**Exercise directions**
Scan the records for the string "GVFlowError" and state how many lines contain it, using the number alone.

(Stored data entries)
"""Structures as boundary controls of a reach.

Each class here is a :class:`gvflow.controls.Control`: given the discharge of
every scenario it returns the depth it holds at its end of the reach, it
describes itself for reports, adds its own lines to the result's control
notes (:meth:`~gvflow.controls.Control.notes`) and is saved in reach files
under its ``kind``. The hydraulics are the functions of the sibling modules
(:mod:`~gvflow.structures.weirs`, :mod:`~gvflow.structures.culverts`,
:mod:`~gvflow.structures.overfall`, :mod:`~gvflow.structures.rating`,
:mod:`~gvflow.structures.pool`); these classes only tie them to the reach.

Downstream end: :class:`Weir`, :class:`Culvert`, :class:`FreeOverfall`,
:class:`StageDischargeTable`. Upstream end: :class:`Pool` (the sluice gate is
:class:`gvflow.SluiceGate`). :func:`solve_discharge_from_pool` finds the
discharge a channel draws from a pool at a given level.

>>> import gvflow as gv
>>> reach = gv.Reach(segments=[gv.Segment(length=2000.0, slope=0.001, section=gv.Rectangular(width=3.0),
...                                       roughness=0.015)], discharge=5.0, downstream=gv.Weir(crest_height=1.5))
>>> profile = reach.solve()
>>> profile.profile_types, round(float(profile.depth[-1]), 4)
(['M1'], 2.4019)
"""

from __future__ import annotations

from collections.abc import Callable
from dataclasses import dataclass, replace
from typing import Annotated, ClassVar, Literal

import numpy as np
from pydantic import Field, ValidationError, model_validator

from .. import coefficients
from .._validate import invalid_input_from
from ..errors import ControlError, GVFlowError, InvalidInputError
from ..structures.culverts import EXIT_LOSS, AnyBarrel, DownstreamChannel, culvert_headwater
from ..structures.overfall import BRINK_DEPTH_RATIO, CRITICAL_SECTION_DISTANCE_RANGE, CRITICAL_SECTION_FACTOR
from ..structures.overtopping import RoadCrest
from ..structures.rating import RatingTable
from ..structures.weirs import (
    BROAD_CRESTED_COEFFICIENT,
    BROAD_CRESTED_MODULAR_LIMIT,
    DEFAULT_MAX_SUBMERGENCE,
    broad_crested_weir_head,
    kindsvater_carter_head,
    rectangular_weir_head,
    v_notch_head,
    villemonte_factor,
)
from ..uniform import CRITICAL_SLOPE_TOLERANCE
from .base import Control, EndState, rectangular_width

__all__ = [
    "Weir",
    "WeirFormula",
    "WEIR_FORMULAS",
    "Culvert",
    "FreeOverfall",
    "StageDischargeTable",
    "Pool",
    "STRUCTURE_CONTROLS",
    "PoolDischarge",
    "solve_discharge_from_pool",
]

_Finite = Annotated[float, Field(allow_inf_nan=False)]
#: Notch angles [degrees] of the Kindsvater-Shen table, the range a V-notch weir accepts.
_NOTCH_ANGLES = coefficients.table("weir.kindsvater_shen").column("notch angle")


class _StructureControl(Control):
    """A control built from structure relations; construction errors are InvalidInputError."""

    def __init__(self, value=None, /, **data):
        try:
            super().__init__(value, **data)
        except ValidationError as exc:
            raise invalid_input_from(exc, type(self).__name__) from None

    def _fail(self, exc: GVFlowError, state: EndState):
        """Re-raise an error of a structure relation with the control and the discharges named."""
        q = state.seg.discharge
        span = f"{q[0]:g}" if q.size == 1 else f"{float(q.min()):g} to {float(q.max()):g}"
        return type(exc)(f"{self!r} at the {state.end} end (discharge {span}): {exc}")


# ---------------------------------------------------------------------------
# weir
# ---------------------------------------------------------------------------

@dataclass(frozen=True)
class WeirFormula:
    """One discharge relation a :class:`Weir` may use.

    Attributes
    ----------
    name : str
        Key in :data:`WEIR_FORMULAS` (the ``formula`` field of a weir).
    description : str
        Plain description for reports.
    source : str
        Where the relation comes from.
    exponent : float
        Head exponent of the free-flow relation (Q ~ h^exponent).
    needs_length : bool
        Whether the relation takes a crest length (all but the V-notch).
    head : callable
        ``head(weir, discharge, crest_length, section, tailwater_head, units)``:
        the upstream head above the crest for each discharge [length].
    """

    name: str
    description: str
    source: str
    exponent: float
    needs_length: bool
    head: Callable


def _rehbock(weir, q, b, section, tw, units):
    return rectangular_weir_head(q, b, weir.crest_height, end_contractions=weir.end_contractions,
                                 tailwater_head=tw, max_submergence=weir.submergence_limit_value, units=units)


def _kindsvater_carter(weir, q, b, section, tw, units):
    return kindsvater_carter_head(q, b, weir.crest_height, channel_width=rectangular_width(section),
                                  tailwater_head=tw, max_submergence=weir.submergence_limit_value, units=units)


def _v_notch(weir, q, b, section, tw, units):
    angle = 90.0 if weir.notch_angle is None else weir.notch_angle
    return v_notch_head(q, notch_angle=angle, tailwater_head=tw, max_submergence=weir.submergence_limit_value,
                        units=units)


def _broad_crested(weir, q, b, section, tw, units):
    cd = BROAD_CRESTED_COEFFICIENT if weir.discharge_coefficient is None else weir.discharge_coefficient
    return broad_crested_weir_head(q, b, weir.crest_height, discharge_coefficient=cd, approach_section=section,
                                   tailwater_head=tw, modular_limit=weir.submergence_limit_value, units=units)


#: The discharge relations a :class:`Weir` can use, by the name given in its ``formula`` field.
WEIR_FORMULAS: dict[str, WeirFormula] = {
    f.name: f for f in (
        WeirFormula("rehbock", "sharp-crested rectangular weir (Rehbock)",
                    "Rehbock's coefficient (Henderson 1966, ch. 6); Francis's end contractions", 1.5, True,
                    _rehbock),
        WeirFormula("kindsvater_carter", "sharp-crested rectangular weir (Kindsvater-Carter)",
                    "Kindsvater & Carter (1957); USBR Water Measurement Manual (2001), ch. 7", 1.5, True,
                    _kindsvater_carter),
        WeirFormula("v_notch", "V-notch weir (Kindsvater-Shen)",
                    "Shen (1981), USGS; USBR Water Measurement Manual (2001), ch. 7", 2.5, False, _v_notch),
        WeirFormula("broad_crested", "broad-crested weir",
                    "critical flow on the crest (Henderson 1966, ch. 6); Cd and modular limit from Bos (1989)",
                    1.5, True, _broad_crested),
    )
}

**Exercise result**
2